What is wrong with this code? I don't get why this isn't working.

struct point {
    int x;
    int y;
} eh;

void main() {
    eh = {1, 2};
    printf("%i", eh.x);
}

but this works fine

struct point {
    int x;
    int y;
} eh;

void main() {
    eh.x = 2;
    printf("%i", eh.x);
}

CodePudding user response：

That kind of syntax might work in some other languages, but in C you should write:

eh = (struct point){1, 2};

The expression on the right hand side is called a compound literal.

CodePudding user response：

In C the assignment operator expects an expression but in this expression statement

eh = {1, 2};

the braced list is not an expression.

The braced list can be used in initialization of an object. For example you could write

struct point {
    int x;
    int y;
} eh = { 1, 2 };

or

struct point {
    int x;
    int y;
} eh = { .x = 1, .y = 2 };

Or you could in main assign another object of the structure type using the compound literal like

eh = ( struct point ){ 1, 2 };

or

eh = ( struct point ){ .x = 1, .y = 2 };

The compound literal creates an unnamed object of the type struct point that is assigned to the object eh. One object of a structure type may be assigned to another object of the same structure type.

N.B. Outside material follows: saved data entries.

impl Session {
    /// A session converting through `images`, recording when `record` is
    /// given (segments left by killed listeners in its folder are finished
    /// first; they are listed in the notes).
    ///
    /// # Errors
    /// The recording folder cannot be made or listed.
    pub fn new(images: Images, record: Option<RecordOptions>) -> Result<Self, ListenError> {
        let mut notes = Vec::new();
        if let Some(r) = &record {
            let err = |source| ListenError::Record {
                path: r.dir.clone(),
                action: "cannot use the recording folder",
                source,
            };
            std::fs::create_dir_all(&r.dir).map_err(err)?;
            for p in recover_segments(&r.dir).map_err(err)? {
                notes.push(format!(
                    "{}: finished a segment a stopped listener left",
                    p.display()
                ));
            }
        }
        Ok(Self {
            decoder: Decoder::new(),
            images,
            cache: HashMap::new(),
            unit: None,
            recorder: record.map(|opts| Recorder {
                opts,
                field: None,
                raw: None,
                unit_line: "unit not yet identified".into(),
            }),
            channels: BTreeMap::new(),
            pending: VecDeque::new(),
            summary: Summary::default(),
            started: Instant::now(),
            notes,
            last_bad: None,
            rows: Vec::new(),
        })
    }

    /// The counts so far.
    pub fn summary(&self) -> Summary {
        let mut s = self.summary.clone();
        s.link = self.decoder.stats();
        s.seconds = self.started.elapsed().as_secs_f64();
        s
    }

    /// The latest per channel.
    pub fn channels(&self) -> &BTreeMap<u8, ChannelView> {
        &self.channels
    }

    /// The unit talking: serial and image CRC.
    pub fn unit(&self) -> Option<(String, u32, bool)> {
        self.unit.as_ref().map(|u| {
            (
                u.hello.serial_str().unwrap_or("?").to_string(),
                u.hello.image_crc,
                u.image.is_some(),
            )
        })
    }

    /// Why the latest bad frame was bad.
    pub fn last_bad(&self) -> Option<lc_core::link::FrameError> {
        self.last_bad
    }

    /// Messages since the last call.
    pub fn take_notes(&mut self) -> Vec<String> {
        std::mem::take(&mut self.notes)
    }

    /// Feeds received bytes: records them, decodes, converts, records the
    /// field-log rows.
    ///
    /// # Errors
    /// A recording file failed.
    pub fn feed(&mut self, bytes: &[u8]) -> Result<(), ListenError> {
        if let Some(r) = &mut self.recorder {
            r.raw(bytes, &mut self.summary)?;
        }
        let mut events = Vec::new();
        self.decoder.push(bytes, |e| events.push(e));
        self.handle(events)
    }

    fn handle(&mut self, events: Vec<Event>) -> Result<(), ListenError> {
        for e in events {
            match e {
                Event::Bad(why) => self.last_bad = Some(why),
                Event::Frame {
                    sequence, record, ..
                } => match record {
                    Record::Hello(h) => self.hello(h)?,
                    Record::Counts(c) => self.counts(sequence, c),
                    Record::Reading(r) => self.reading(r),
                },
            }
        }
        let rows = std::mem::take(&mut self.rows);
        if let Some(r) = &mut self.recorder {
            r.rows(&rows, &mut self.summary)?;
        }
        self.rows = rows;
        self.rows.clear();
        Ok(())
    }

    /// The link was lost and is open again.
    pub fn reconnected(&mut self) {
        self.decoder.reconnected();
        self.summary.reconnects += 1;
    }

    /// Ends the session: an unfinished chunk counts as bad, recordings
    /// get their final names.
    ///
    /// # Errors
    /// A recording file failed.
    pub fn finish(&mut self) -> Result<Summary, ListenError> {
        self.decoder.finish(|_| {});
        if let Some(r) = &mut self.recorder {
            r.close(&mut self.summary)?;
        }
        Ok(self.summary())
    }

    fn hello(&mut self, h: Hello) -> Result<(), ListenError> {
        self.summary.hellos += 1;
        let same = self
            .unit
            .as_ref()
            .is_some_and(|u| u.hello.serial == h.serial && u.hello.image_crc == h.image_crc);
        if same && !h.start {
            return Ok(());
        }
        let serial = h.serial_str().unwrap_or("?").to_string();
        if !self.summary.units.contains(&serial) {
            self.summary.units.push(serial.clone());
        }
        let image = self.image_for(&serial, h.image_crc)?;
        if same {
            // The same unit, restarted: counted, not noted each time.
            self.summary.restarts += 1;
        } else {
            self.notes.push(format!(
                "unit {serial} (image CRC {:08x}){}{}",
                h.image_crc,
                if h.start { ", started" } else { "" },
                if image.is_some() {
                    ""
                } else {
                    ": no image, count pairs are recorded but not converted"
                }
            ));
        }
        // A new unit or a restarted one: new readers, a new field-log
        // segment (a segment is one run of one unit, as `convert` reads it).
        self.unit = Some(Unit {
            hello: h,
            image,
            readers: BTreeMap::new(),
        });
        self.pending.clear();
        // Rows already decoded in this batch belong to the previous run.
        let rows = std::mem::take(&mut self.rows);
        if let Some(r) = &mut self.recorder {
            r.rows(&rows, &mut self.summary)?;
            r.end_field(&mut self.summary)?;
            r.unit_line = format!(
                "unit {serial}, image CRC {:08x}, link format {}",
                h.image_crc,
                lc_core::link::FORMAT_VERSION
            );
        }
        Ok(())
    }

    fn image_for(&mut self, serial: &str, crc: u32) -> Result<Option<Image<'static>>, ListenError> {
        if let Some(image) = self.cache.get(&crc) {
            return Ok(Some(*image));
        }
        let cal = match &self.images {
            Images::None => return Ok(None),
            Images::Given(cal) => {
                let cal = **cal;
                let image = crate::host_image(&cal).ok();
                if let Some(image) = image {
                    self.cache.insert(crc, image);
                }
                if let Some(image) = image {
                    if image.crc() != crc {
                        self.notes.push(format!(
                            "unit {serial} reports image CRC {crc:08x}, --image has {:08x}: \
                             converting with --image as asked; readings may differ from the unit's",
                            image.crc()
                        ));
                    }
                }
                return Ok(image);
            }
            Images::Database(store) => {
                let attempts = store.attempts(&Filter::default().serial(serial))?;
                let mut found = None;
                for a in attempts.iter().rev() {
                    let Some(bytes) = store.image(serial, Some(a.attempt))? else {
                        continue;
                    };
                    let stored = bytes
                        .len()
                        .checked_sub(4)
                        .and_then(|at| bytes.get(at..))
                        .and_then(|b| <[u8; 4]>::try_from(b).ok())
                        .map(u32::from_le_bytes);
                    if stored == Some(crc) {
                        found = Calibration::parse(&bytes).ok();
                        break;
                    }
                }
                match found {
                    Some(cal) => cal,
                    None => {
                        self.notes.push(format!(
                            "unit {serial}: the database has no image with CRC {crc:08x}; \
                             give the unit's image with --image, or record it with `lc-host calibrate`"
                        ));
                        return Ok(None);
                    }
                }
            }
        };
        let image = crate::host_image(&cal).ok();
        if let Some(image) = image {
            self.cache.insert(crc, image);
        }
        Ok(image)
    }

    fn counts(&mut self, sequence: u16, c: Counts) {
        self.summary.counts += 1;
        if matches!(c.thermal, Thermal::NtcCode(_)) {
            self.summary.ntc_codes += 1;
        }
        let view = self.channels.entry(c.channel).or_default();
        view.counts = Some(c);
        if let Some(unit) = &mut self.unit {
            if let Some(image) = &unit.image {
                let reader = match unit.readers.entry(c.channel) {
                    std::collections::btree_map::Entry::Occupied(o) => Some(o.into_mut()),
                    std::collections::btree_map::Entry::Vacant(v) => {
                        Reader::new(image).ok().map(|r| v.insert(r))
                    }
                };
                if let Some(reader) = reader {
                    let reading = reader.read(&c.input());
                    view.host = Some(reading);
                    self.summary.converted += 1;
                    if self.pending.len() == 256 {
                        self.pending.pop_front();
                    }
                    self.pending.push_back((sequence, c.channel, reading));
                }
            }
        }
        // The field-log row: the time received, then the record's fields.
        let t = self.started.elapsed().as_secs_f64();
        let mut row = format!("{t:.3},{},{},{},", c.channel, c.pair.cycles, c.pair.ticks);
        if let Thermal::Celsius(t) = c.thermal {
            // Hundredths written exactly: `convert` reads them back to the
            // same integer.
            let sign = if t.0 < 0 { "-" } else { "" };
            let a = t.0.unsigned_abs();
            row.push_str(&format!("{sign}{}.{:02}", a / 100, a % 100));
        }
        row.push(',');
        if let Some(r) = c.ring_count {
            row.push_str(&r.to_string());
        }
        row.push(',');
        if let Some(p) = c.companion {
            row.push_str(&format!("{},{}", p.cycles, p.ticks));
        } else {
            row.push(',');
        }
        row.push('\n');
        self.rows.extend_from_slice(row.as_bytes());
    }

    fn reading(&mut self, r: ReadingRecord) {
        self.summary.readings += 1;
        let fault = matches!(r.status, Status::SensorFault(_));
        if fault {
            self.summary.faults += 1;
        }
        let view = self.channels.entry(r.channel).or_default();
        view.unit = Some(r);
        view.readings += 1;
        view.faults += u64::from(fault);
        let host = self
            .pending
            .iter()
            .rev()
            .find(|(s, ch, _)| *s == r.of_sequence && *ch == r.channel)
            .map(|&(_, _, reading)| reading);
        match host {
            Some(h) if same_reading(&r, &h) => self.summary.agree += 1,
            Some(_) => self.summary.disagree += 1,
            None => self.summary.unmatched += 1,
        }
    }
}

You could also initialize the object eh with the compound literal

struct point {
    int x;
    int y;
} eh = ( struct point ){ .x = 1, .y = 2 };

Pay attention to that according to the C Standard the function main without parameters shall be declared like

int main( void )

CodePudding user response：

This would also work:

#include <stdio.h>

struct point {
    int x;
    int y;
};

int main(void) {
    struct point eh = {1, 2};
    printf("%i", eh.x);
}

Note that I removed some things around, added the stdio.h include and fixed the main function type and arguments.